Nth power root topological phases in Hermitian and non-Hermitian systems

TL;DR

This paper introduces a general scheme to construct Nth power root topological phases applicable to both Hermitian and non-Hermitian systems, enhancing edge state robustness and skin effects, with experimental validation via circuit design.

Contribution

It proposes a universal scheme for Nth power root topological phases applicable to Hermitian and non-Hermitian systems, with experimental demonstration and potential device applications.

Findings

Edge state robustness increases with N in Hermitian systems.

Skin effect becomes more prominent with larger N in non-Hermitian systems.

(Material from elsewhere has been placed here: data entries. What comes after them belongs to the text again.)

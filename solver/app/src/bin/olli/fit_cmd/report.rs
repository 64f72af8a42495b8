//! The text report of `olli fit`: per model the constants with their 95 %
//! intervals and correlations, the small-strain shear modulus, the error per
//! test and overall, Drucker stability over and beyond the data, and a
//! warning when one test is fitted well and another missed; then a
//! comparison of the models sorted by error.

use olli_app::job::check::STABILITY_SEARCH;
use olli_app::stability_text::{self, Reach};
use olli_solver::fit::{DataPoint, ErrorMetrics, FitResult, Weighting};
use olli_solver::material::homogeneous::{Mode, Settings};
use olli_solver::material::stability::{check_mode, mode_range_within};
use olli_solver::material::volumetric::VolumetricLaw;
use olli_solver::material::{Material, VolumetricForm};

use super::{Bulk, Outcome};

/// R² at or above which a test counts as fitted well, and below which as
/// missed, for the one-good-one-bad warning (our choice; common practice
/// treats R² below 0.9 on a stress–strain curve as a poor fit).
pub const GOOD_R2: f64 = 0.98;
/// See [`GOOD_R2`].
pub const POOR_R2: f64 = 0.9;
/// Correlation above which two constants are reported as not determined
/// separately by the data.
pub const HIGH_CORRELATION: f64 = 0.95;

/// The shear modes present in `data`, in report order.
pub fn modes_in(data: &[DataPoint]) -> Vec<Mode> {
    Mode::ALL.into_iter().filter(|m| data.iter().any(|p| p.mode == *m)).collect()
}

/// Metrics of one mode's points.
fn mode_metrics(data: &[DataPoint], predicted: &[f64], mode: Mode) -> ErrorMetrics {
    let (d, p): (Vec<DataPoint>, Vec<f64>) = data.iter().zip(predicted).filter(|(d, _)| d.mode == mode).map(|(d, p)| (*d, *p)).unzip();
    ErrorMetrics::of(&d, &p)
}

/// The error the comparison sorts by: the RMS of the chosen weighting.
pub fn ranking_error(data: &[DataPoint], fit: &FitResult, weighting: Weighting) -> f64 {
    let m = ErrorMetrics::of(data, &fit.predicted);
    match weighting {
        Weighting::Relative => m.rms_relative,
        Weighting::Absolute => m.rms,
    }
}

/// Largest principal stretch (or its inverse) reached by any data point.
fn data_top(data: &[DataPoint]) -> f64 {
    data.iter()
        .map(|p| {
            let l = p.stretch;
            let extremes = match p.mode {
                Mode::Equibiaxial => [l, 1.0 / (l * l)],
                Mode::Uniaxial => [l, 1.0 / l.sqrt()],
                _ => [l, 1.0 / l],
            };
            extremes.iter().map(|&x| x.max(1.0 / x)).fold(1.0, f64::max)
        })
        .fold(1.0, f64::max)
}

/// Stretches of `mode` that matter: the mode's own data range, else the
/// states within the data's principal-stretch bound.
fn data_reach(data: &[DataPoint], mode: Mode) -> (f64, f64, bool) {
    let own: Vec<f64> = data.iter().filter(|p| p.mode == mode).map(|p| p.stretch).collect();
    if own.is_empty() {
        let (lo, hi) = mode_range_within(mode, data_top(data));
        (lo, hi, false)
    } else {
        (own.iter().copied().fold(f64::INFINITY, f64::min).min(1.0), own.iter().copied().fold(0.0, f64::max).max(1.0), true)
    }
}

/// Names of the constants for the report; Ogden's numbered by term (`mu_1`, `alpha_1`, …).
fn labels(fit: &FitResult) -> Vec<String> {
    let ogden = fit.model.registry_name() == "ogden";
    fit.model.constant_names().iter().enumerate().map(|(i, n)| if ogden { format!("{n}_{}", i / 2 + 1) } else { n.to_string() }).collect()
}

fn print_fit(fit: &FitResult, data: &[DataPoint], bulk: Bulk, form: VolumetricForm) {
    let names = labels(fit);
    println!("  constants (± half-width of the approximate 95 % interval):");
    for (i, (term, value)) in names.iter().zip(&fit.constants).enumerate() {
        match &fit.statistics {
            Some(s) => println!("    {term:<20} {value:>14.6e} ± {:.3e}", s.half_width_95(i)),
            None => println!("    {term:<20} {value:>14.6e}"),
        }
    }
    println!("  small-strain shear modulus {:.6}", fit.shear_modulus);
    match &fit.statistics {
        Some(s) if names.len() > 1 => {
            println!("  correlation of the constants ({} degrees of freedom):", s.degrees_of_freedom);
            for a in 0..names.len() {
                let row: Vec<String> = (0..names.len()).map(|b| format!("{:>7.3}", s.correlation[(a, b)])).collect();
                println!("    {:<20} {}", names[a], row.join(" "));
            }
            for a in 0..names.len() {
                for b in a + 1..names.len() {
                    if s.correlation[(a, b)].abs() > HIGH_CORRELATION {
                        println!(
                            "  note: {} and {} are correlated {:.3}: the data do not determine them separately",
                            names[a],
                            names[b],
                            s.correlation[(a, b)]
                        );
                    }
                }
            }
        }
        Some(_) => {}
        None => println!("  (no intervals: as many constants as points, or the constants are not determined by the data)"),
    }
    println!("  starts: {} tried, {} converged", fit.starts.0, fit.starts.1);
    println!("  {:<13} {:>6} {:>10} {:>12} {:>13}", "error", "points", "R²", "RMS", "relative RMS");
    let mut per_mode = Vec::new();
    for mode in modes_in(data) {
        let m = mode_metrics(data, &fit.predicted, mode);
        println!("  {:<13} {:>6} {:>10.5} {:>12.4e} {:>12.2} %", mode.name(), m.points, m.r_squared, m.rms, 100.0 * m.rms_relative);
        per_mode.push((mode, m));
    }
    let all = ErrorMetrics::of(data, &fit.predicted);
    println!("  {:<13} {:>6} {:>10.5} {:>12.4e} {:>12.2} %", "overall", all.points, all.r_squared, all.rms, 100.0 * all.rms_relative);
    let good = per_mode.iter().filter(|(_, m)| m.r_squared >= GOOD_R2).map(|(mode, _)| mode.name()).collect::<Vec<_>>();
    for (mode, m) in &per_mode {
        if m.r_squared < POOR_R2 && !good.is_empty() {
            let mut text = format!(
                "  warning: {} fits {} well but misses {} (R² {:.3})",
                fit.model.label(),
                good.join(" and "),
                mode.name(),
                m.r_squared
            );
            if fit.model.depends_on_i1_only() && *mode == Mode::Equibiaxial {
                text.push_str(
                    ": a model in Ī1 alone cannot follow uniaxial and equibiaxial data that differ as these do; try mooney-rivlin or ogden",
                );
            }
            println!("{text}");
        }
    }
    let Ok(iso) = fit.model.build(&fit.constants) else { return };
    let kappa = bulk.kappa(fit.shear_modulus);
    let Ok(law) = VolumetricLaw::new(form, kappa) else { return };
    let material = Material::new(iso, law);
    let kappa_note = if bulk == Bulk::Unknown { " with κ = 1000 μ (no bulk modulus given)" } else { "" };
    println!("  Drucker stability{kappa_note}, searched to principal stretch {STABILITY_SEARCH}:");
    for mode in [Mode::Uniaxial, Mode::Equibiaxial, Mode::Planar] {
        let (lo, hi) = mode_range_within(mode, STABILITY_SEARCH);
        let n = 60;
        let stretches: Vec<f64> = (0..=n).map(|i| lo * (hi / lo).powf(i as f64 / n as f64)).collect();
        let s = check_mode(&material, mode, &stretches, &Settings::default());
        let (a, b, own) = data_reach(data, mode);
        let what = if own { "the data" } else { "the states of the data's largest principal stretch" };
        println!("    {:<12} {}", mode.name(), stability_text::verdict(&s, Some(Reach { what, range: (a, b) })));
    }
}

/// Prints the report and returns the indices of the fitted outcomes, best first.
pub fn print(
    files: &[String],
    data: &[DataPoint],
    volumetric: Option<&(Vec<DataPoint>, Vec<f64>)>,
    bulk: Bulk,
    form: VolumetricForm,
    weighting: Weighting,
    outcomes: &[Outcome],
) -> Vec<usize> {
    println!("data: {} ({} points in shear tests)", files.join(", "), data.len());
    for mode in modes_in(data) {
        let s: Vec<f64> = data.iter().filter(|p| p.mode == mode).map(|p| p.stretch).collect();
        let (lo, hi) = s.iter().fold((f64::INFINITY, 0.0f64), |(a, b), &x| (a.min(x), b.max(x)));
        println!("  {:<13} {:>4} points, stretch {lo:.4} to {hi:.4}", mode.name(), s.len());
    }
    let weights = match weighting {
        Weighting::Relative => "relative (each point by its relative error)",
        Weighting::Absolute => "absolute (stress units)",
    };
    println!("weights: {weights}");
    match bulk {
        Bulk::Fitted(k) => {
            let (d, p) = volumetric.expect("a fitted bulk modulus comes with its data");
            let m = ErrorMetrics::of(d, p);
            println!(
                "bulk modulus {k:.6e} fitted to {} volumetric points ({} law): R² {:.5}, RMS {:.4e}, relative RMS {:.2} %",
                m.points,
                form.name(),
                m.r_squared,
                m.rms,
                100.0 * m.rms_relative
            );
        }
        Bulk::Given(k) => println!("bulk modulus {k} (given)"),
        Bulk::Poisson(nu) => println!("Poisson's ratio {nu} (given; bulk modulus from each model's shear modulus)"),
        Bulk::Unknown => println!("no bulk modulus (no volumetric data, --bulk-modulus or --poisson-ratio)"),
    }
    for o in outcomes {
        println!();
        println!("model {}:", o.label);
        match &o.result {
            Ok(fit) => print_fit(fit, data, bulk, form),
            Err(e) => println!("  not fitted: {e}"),
        }
    }
    let mut ranked: Vec<usize> = (0..outcomes.len()).filter(|&i| outcomes[i].result.is_ok()).collect();
    let error = |i: usize| outcomes[i].result.as_ref().map(|f| ranking_error(data, f, weighting)).unwrap_or(f64::INFINITY);
    ranked.sort_by(|&a, &b| error(a).total_cmp(&error(b)));
    if outcomes.len() > 1 {
        println!();
        println!("comparison (sorted by {} RMS error):", if weighting == Weighting::Relative { "relative" } else { "absolute" });
        println!(
            "  {:<4} {:<14} {:>9} {:>10} {:>12} {:>13} {:>14}",
            "rank", "model", "constants", "R²", "RMS", "relative RMS", "shear modulus"
        );
        for (rank, &i) in ranked.iter().enumerate() {
            let Ok(fit) = &outcomes[i].result else { continue };
            let m = ErrorMetrics::of(data, &fit.predicted);
            println!(
                "  {:<4} {:<14} {:>9} {:>10.5} {:>12.4e} {:>11.2} % {:>14.6}",
                rank + 1,
                outcomes[i].label,
                fit.constants.len(),
                m.r_squared,
                m.rms,
                100.0 * m.rms_relative,
                fit.shear_modulus
            );
        }
        for o in outcomes.iter().filter(|o| o.result.is_err()) {
            println!("  -    {:<14} not fitted", o.label);
        }
    }
    ranked
}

Experimental circuits confirm the theoretical scheme.

Abstract

Constructing new topological phases is very important in both Hermitian and non-Hermitian systems because of their potential applications. Here we propose theoretically and demonstrate a general scheme experimentally to construct Nth power root (NPR) topological phases. Such a scheme is not only suitable for Hermitian systems, but also non-Hermitian systems. It is found that the robust degree of edge state in the Hermitian system becomes stronger and stronger with the increase of N. It tends to be a strongly surface localized form when N is large enough. In the non-Hermitian system, the skin effect becomes more apparent, and it approaches the ideal situation with the increase of N. This means that edge states and skin effects can be observed by taking different N. This scheme has been proved experimentally by designing circuits. Our work opens up a new way to engineer topological states according to the requirements, which is very important for developing topologically protected devices, such as topology sensing, switches, and so on.